All business combinations, within IFRS 3’s scope, are accounted for using the acquisition method. The acquisition method views a business combination from the perspective of the acquirer and can be summarised in the following steps:
- Identify the acquirer.
- Determine the acquisition date.
- Recognise and measure the identifiable assets acquired, liabilities assumed and any non-controlling interest in the acquiree.
- Recognise and measure the consideration transferred for the acquiree.
- Recognise and measure goodwill or a gain from a bargain purchase.
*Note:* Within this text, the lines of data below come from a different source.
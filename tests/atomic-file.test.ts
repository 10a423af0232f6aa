import { readdirSync, readFileSync } from "node:fs";
import { join } from "node:path";
import { afterEach, describe, expect, it } from "vitest";
import { AtomicWriter, OUTPUT_BUFFER_BYTES } from "../src/util/atomic-file.js";
import { tempDir as makeTempDir } from "./helpers/gazette.js";

const made: ReturnType<typeof makeTempDir>[] = [];
afterEach(() => {
  for (const t of made.splice(0)) t.cleanup();
});
function tempDir(): string {
  const t = makeTempDir("hawser-atomic-");
  made.push(t);
  return t.dir;
}

describe("AtomicWriter", () => {
  it("writes many full buffers without piling up stream listeners", async () => {
    const warnings: Error[] = [];
    const onWarning = (w: Error) => warnings.push(w);
    process.on("warning", onWarning);
    try {
      const dir = tempDir();
      const target = join(dir, "links.jsonl");
      const writer = new AtomicWriter(target);
      // Each chunk fills the buffer, so every write waits for a drain: 25 waits, where ten
      // leftover listeners already drew Node's MaxListenersExceededWarning.
      const chunk = `${"x".repeat(OUTPUT_BUFFER_BYTES + 1)}\n`;
      const rounds = 25;
      for (let i = 0; i < rounds; i++) await writer.write(chunk);
      await writer.commit();
      // Warnings are emitted on a later tick.
      await new Promise((r) => setImmediate(r));
      expect(warnings.map((w) => w.name)).not.toContain("MaxListenersExceededWarning");
      expect(readFileSync(target, "utf8").length).toBe(chunk.length * rounds);
      expect(readdirSync(dir)).toEqual(["links.jsonl"]);
    } finally {
      process.off("warning", onWarning);
    }
  });

  it("leaves nothing behind when aborted", async () => {
    const dir = tempDir();
    const writer = new AtomicWriter(join(dir, "links.jsonl"));
    await writer.write("partial\n");
    writer.abort();
    expect(readdirSync(dir)).toEqual([]);
  });
});
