/**
 * Readings of a token list where each token with options (`options.get(t)`, first = preferred)
 * is replaced by one of them: first the reading of every token's first option, then those that
 * change one token to a later option, then two tokens; at most MAX_CORRECTED_KEYS readings.
 */
export function correctedReadings(
  tokens: readonly string[],
  options: ReadonlyMap<string, readonly string[]>,
): string[][] {
  const alts = tokens.map((t) => options.get(t) ?? [t]);
  const base = alts.map((a) => a[0]!);
  const out: string[][] = [base];
  const varied = alts.flatMap((a, i) => a.slice(1).map((o) => [i, o] as const));
  for (const [i, o] of varied) {
    if (out.length >= MAX_CORRECTED_KEYS) return out;
    out.push(base.map((t, k) => (k === i ? o : t)));
  }
  for (let x = 0; x < varied.length; x++) {
    for (let y = x + 1; y < varied.length; y++) {
      const [i, o] = varied[x]!;
      const [k, q] = varied[y]!;
      if (i === k) continue;
      if (out.length >= MAX_CORRECTED_KEYS) return out;
      out.push(base.map((t, n) => (n === i ? o : n === k ? q : t)));
    }
  }
  return out;
}

/** Tokens ordered rarest first: the rarest token says most about which entity is meant. */
function rarestFirst(tokens: Array<[string, number]>): string[] {
  return tokens.sort((a, b) => a[1] - b[1] || (a[0] < b[0] ? -1 : 1)).map(([t]) => t);
}

/**
 * OCR misreadings that change a token's length ("rn" for "m", "cl" for "d"...): an edit-distance
 * search cannot see through them cheaply, so each is undone (and done) once before the deletion
 * lookup. The pairs are common practice for OCR of letterpress (see src/normalize/ocr.ts).
 */
const OCR_SWAPS: ReadonlyArray<[string, string]> = [
  ["rn", "m"],
  ["m", "rn"],
  ["cl", "d"],
  ["d", "cl"],
  ["vv", "w"],
  ["w", "vv"],
  ["li", "h"],
  ["h", "li"],
];
/** Most OCR readings of one token tried (each costs one deletion-variant lookup per letter). */
const MAX_OCR_READINGS = 6;

/** The token with one OCR swap applied at each place it can be (capped). */
export function ocrReadings(token: string): string[] {
  const out: string[] = [];
  for (const [from, to] of OCR_SWAPS) {
    let at = token.indexOf(from);
    while (at >= 0 && out.length < MAX_OCR_READINGS) {
      out.push(token.slice(0, at) + to + token.slice(at + from.length));
      at = token.indexOf(from, at + 1);
    }
  }
  return out;
}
The acquiree's identifiable assets (including intangible assets not previously recognised), liabilities and contingent liabilities are generally recognised at their fair value. Fair value is measured in accordance with IFRS 13. If the acquisition is for less than 100% of the acquiree, there is a non-controlling interest. The non-controlling interest represents the equity in a subsidiary that is not attributable, directly or indirectly to the parent. The acquirer can elect to measure the non-controlling interest at its fair value or at its proportionate share of the identifiable net assets on an acquisition by acquisition basis.
The consideration for the combination includes cash and cash equivalents, the fair value of any non-cash consideration given and liabilities assumed. Any equity instruments issued as part of the consideration are fair valued at the acquisition date. If any of the consideration is deferred, it is discounted to reflect its present value at the acquisition date, if the effect of discounting is material. Consideration includes only those amounts paid to the seller in exchange for control of the entity. Consideration excludes amounts paid to settle pre-existing relationships, payments that are contingent on future employee services and acquisition-related costs.
A portion of the consideration may be contingent on the outcome of future events or the acquired entity's performance ('contingent consideration'). Contingent consideration is also recognised at its fair value at the date of acquisition. The accounting for contingent consideration after the date of acquisition depends on whether it is classified as a liability (re-measured to fair value each reporting period through profit and loss) or as equity (no subsequent remeasurement). The classification as either a liability or equity is determined with reference to the guidance in IAS 32, 'Financial instruments: Presentation'.
Goodwill is recognised for the future economic benefits arising from assets acquired that are not individually identified and separately recognised. Goodwill is the difference between the consideration transferred, the amount of any non-controlling interest in the acquiree and the acquisition-date fair value of any previous equity interest in the acquiree over the fair value of the identifiable net assets acquired. If the non-controlling interest is measured at its fair value, goodwill includes amounts attributable to the non-controlling interest. If the non-controlling interest is measured at its proportionate share of identifiable net assets, goodwill includes only amounts attributable to the controlling interest – that is the parent.
Goodwill is recognised as an asset and tested annually for impairment, or more frequently if there is an indication of impairment.
In rare situations – for example, a bargain purchase as a result of a distressed sale – it is possible that no goodwill will result from the transaction. Rather, a gain will be recognised.
Business combinations excluded from IFRS 3’s scope, for example those involving businesses under common control, have a policy choice of either using the acquisition accounting method outlined in IFRS 3 or using predecessor accounting.